Merck's star oncology drug posts mixed results in a lung cancer trial

Merck's ($MRK) immuno-oncology treatment Keytruda met just one of its two goals in a late-stage lung cancer trial, a rare clinical hiccup as it works to keep pace with rival Bristol-Myers Squibb ($BMY) and fortify its position as more contenders move toward the market.

In a Phase II/III study involving more than 1,000 patients, Merck pitted two doses of Keytruda--the approved version, 2 mg for every patient kilogram, and an investigational dose 5 times larger--against the common chemotherapy docetaxel. Both levels of Keytruda posted a statistically significant improvement in overall survival, Merck said, but failed to reach that mark on the measure of progression-free survival for the whole population.

The mixed results come as Keytruda contends with Bristol-Myers' similar Opdivo on the lung cancer market. Both drugs are approved as second-line treatments for advanced non-small-cell lung cancer, but Keytruda's label is more restrictive, limiting it to patients with high expressions of the cancer-related PD-L1.

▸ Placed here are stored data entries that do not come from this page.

def test_sech2_cells_match_direct_transformation_from_frequency():
    # source: sech^2 pulse, 800 nm, 10 fs (broad: Jacobian matters).  Reference: the power in a
    # wavelength cell [la, lb] is the power of S(nu) between nu = c/lb and c/la (change of
    # variables, common practice), S(nu) ∝ sech^2(1.7627 (nu - nu0)/dnu), dnu = 0.315/dt.
    grid = np.linspace(600, 1100, 501)
    with warnings.catch_warnings():
        warnings.simplefilter("ignore", SpectrumWarning)
        s = build_spectrum({"shape": "sech2", "center": 800, "duration": 10}, grid)
    nu0, dnu = C_NM_PER_FS / 800, 0.315 / 10
    a = 2 * math.acosh(math.sqrt(2))

    def s_nu(nu):
        return 1 / math.cosh(a * (nu - nu0) / dnu) ** 2

    norm, _ = integrate.quad(s_nu, 0, nu0 + 60 * dnu, points=[nu0], limit=200)
    e = cell_edges(grid)
    for i in (0, 100, 199, 200, 201, 300, 500):
        ref, _ = integrate.quad(s_nu, C_NM_PER_FS / e[i + 1], C_NM_PER_FS / e[i], epsabs=1e-16)
        assert s.grid_weight[i] * (1 - s.lost_fraction) == pytest.approx(ref / norm, rel=1e-8)
    assert total(s) == pytest.approx(1.0, abs=1e-12)


def test_sech2_density_has_jacobian_not_relabelled():
    # source: sech^2 pulse, 800 nm, 10 fs on a 0.05 nm grid
    grid = np.linspace(600, 1100, 10001)
    with warnings.catch_warnings():
        warnings.simplefilter("ignore", SpectrumWarning)
        s = build_spectrum({"shape": "sech2", "center": "800nm", "duration": "0.01ps"}, grid)
    nu0, dnu = C_NM_PER_FS / 800, 0.315 / 10
    a = 2 * math.acosh(math.sqrt(2))
    relabelled = 1 / np.cosh(a * (C_NM_PER_FS / grid - nu0) / dnu) ** 2
    transformed = relabelled * C_NM_PER_FS / grid**2  # S_lambda = S_nu c / lambda^2
    transformed /= transformed.max()
    np.testing.assert_allclose(s.density, transformed, rtol=1e-9, atol=1e-12)
    assert np.max(np.abs(s.density - relabelled)) > 0.02  # not merely relabelled
    # the Jacobian pulls the peak below 800 nm; the long-wavelength half is wider
    peak = grid[np.argmax(s.density)]
    assert peak < 800.0
    left, right = half_max_crossings(grid, s.density)
    assert right - peak > 1.05 * (peak - left)


def test_parse_duration_units():
    assert parse_duration_fs("100fs", "d") == 100.0
    assert parse_duration_fs("0.1ps", "d") == 100.0
    assert parse_duration_fs("2ns", "d") == 2e6
    assert parse_duration_fs(35, "d") == 35.0
    assert parse_duration_fs(" 12.5 fs ", "d") == 12.5


@pytest.mark.parametrize("bad", [0, -5, "-5fs", "0ps", "10 s", "fast", True, None, "nan fs"])
def test_bad_duration_names_field(bad):
    with pytest.raises(RetolError) as err:
        build_spectrum({"shape": "sech2", "center": 800, "duration": bad}, GRID)
    assert err.value.field == "[source].duration"


# ---------------------------------------------------------------------------------------------
# Flat


def test_flat_default_is_whole_grid_weights_follow_cell_widths():
    grid = np.array([700.0, 710.0, 730.0, 760.0])
    s = build_spectrum({"shape": "flat"}, grid)
    np.testing.assert_allclose(s.grid_weight, np.diff(cell_edges(grid)) / 60.0)
    assert s.lost_fraction == 0.0
    np.testing.assert_allclose(s.density, 1.0)


def test_flat_partly_off_grid():
    with pytest.warns(SpectrumWarning):
        s = build_spectrum({"shape": "flat", "start": "900nm", "stop": "1.1um"}, GRID)
    assert s.lost_fraction == pytest.approx(0.5)
    assert s.grid_weight[GRID < 899.5].sum() == 0
    assert s.band_nm == (900.0, 1000.0)


def test_flat_stop_before_start():
    with pytest.raises(RetolError) as err:
        build_spectrum({"shape": "flat", "start": 900, "stop": 800}, GRID)
    assert err.value.field == "[source].stop"


# ---------------------------------------------------------------------------------------------
# Laser and lines


def test_laser_single_line_no_grid_weight():
    s = build_spectrum({"shape": "laser", "center": "780.2nm"}, GRID)
    assert s.lines_nm.tolist() == [780.2]
    assert s.line_weight.tolist() == [1.0]
    assert s.grid_weight.sum() == 0
    assert s.density[np.argmax(s.density)] == 1.0 and GRID[np.argmax(s.density)] == 780.0
    assert s.drift is None
    assert s.band_nm == (780.2, 780.2)


def test_laser_on_single_point_grid():
    s = build_spectrum({"shape": "laser", "center": 632.8}, [632.8])
    assert s.line_weight.tolist() == [1.0] and s.density.tolist() == [1.0]


@pytest.mark.parametrize(
    "drift, kind, std, span",
    [
        ({"sigma": "0.2nm"}, "sigma", 0.2, (-1.0, 1.0)),
        ({"uniform": 0.5}, "uniform", 0.5 / math.sqrt(3), (-0.5, 0.5)),  # GUM 4.3.7
        ({"low": "779nm", "high": "781.5nm"}, "range", 2.5 / math.sqrt(12), (-1.0, 1.5)),
        ({"tolerance": 0.3, "coverage": 3}, "tolerance", 0.1, (-0.5, 0.5)),  # GUM 6.2: U = k u
    ],
)
def test_laser_drift_kinds(drift, kind, std, span):
    # source: 780 nm laser with a drift tolerance
    s = build_spectrum({"shape": "laser", "center": "780nm", "drift": drift}, GRID)
    assert s.drift["kind"] == kind
    assert s.drift["std_nm"] == pytest.approx(std)
    assert s.drift["span_nm"] == pytest.approx(span)
    assert s.drift["given"] == drift
    assert s.band_nm == pytest.approx((780 + span[0], 780 + span[1]))
    offsets = sample_drift_nm(s.drift, 40000, np.random.default_rng(1))
    assert offsets.std() == pytest.approx(std, rel=0.03)
    assert "drift" in s.description


@pytest.mark.parametrize(
    "drift, field",
    [
        ({"sigma": -0.1}, "[source].drift.sigma"),
        ({"sigam": 0.1}, "[source].drift.sigam"),
        ({"sigma": 0.1, "uniform": 0.2}, "[source].drift"),
        ({}, "[source].drift"),
        ({"low": 781, "high": 782}, "[source].drift"),
        ({"low": 779}, "[source].drift.high"),
        ({"coverage": 3}, "[source].drift.tolerance"),
        ({"tolerance": 0.3, "coverage": 0}, "[source].drift.coverage"),
        ("0.2nm", "[source].drift"),
    ],
)
def test_bad_drift(drift, field):
    with pytest.raises(RetolError) as err:
        build_spectrum({"shape": "laser", "center": 780, "drift": drift}, GRID)
    assert err.value.field == field


def test_drift_tolerance_default_coverage_is_three():
    # our convention, shared with the [tolerances] table: {tolerance = t} means sigma = t/3
    d = parse_drift({"tolerance": "0.3nm"}, "[source].drift", 780.0)
    assert d["coverage"] == 3.0 and d["sigma_nm"] == pytest.approx(0.1)


def test_drift_suggests_close_key():
    with pytest.raises(RetolError, match="did you mean 'sigma'"):
        parse_drift({"sigam": 0.1}, "[source].drift", 780.0)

Merck has embarked on a slew of trials, including the one disclosed Monday, in an effort to widen the therapy's indication. Key to the latest results is that Keytruda benefited patients with lower levels of PD-L1 than it is currently approved to treat, ISI/Evercore analyst Mark Schoenebaum pointed out in a note to investors, clearing the way for Merck to expand Keytruda's potential patient population. The company plans to submit its latest data to the FDA by year's end and could widen Keytruda's label as soon as next year, Schoenebaum said.

Keytruda and Opdivo are part of a new class of therapies called checkpoint inhibitors, immuno-oncology treatments tabbed to bring in more than $30 billion a year at their peak. Behind Merck and Bristol-Myers, Roche ($RHHBY), AstraZeneca ($AZN) and the partnership of Merck KGaA and Pfizer ($PFE) are all at work on similar therapies bounding toward the market, and each contender is mounting scores of studies to demonstrate how its checkpoint therapy can work in a wide variety of cancers.

As it stands, analysts expect Opdivo to lead the pack with about $8.8 billion in sales by 2020, followed by Keytruda at $5.5 billion. But there are many trials, approvals and labels to be revealed in the intervening years that could change the landscape.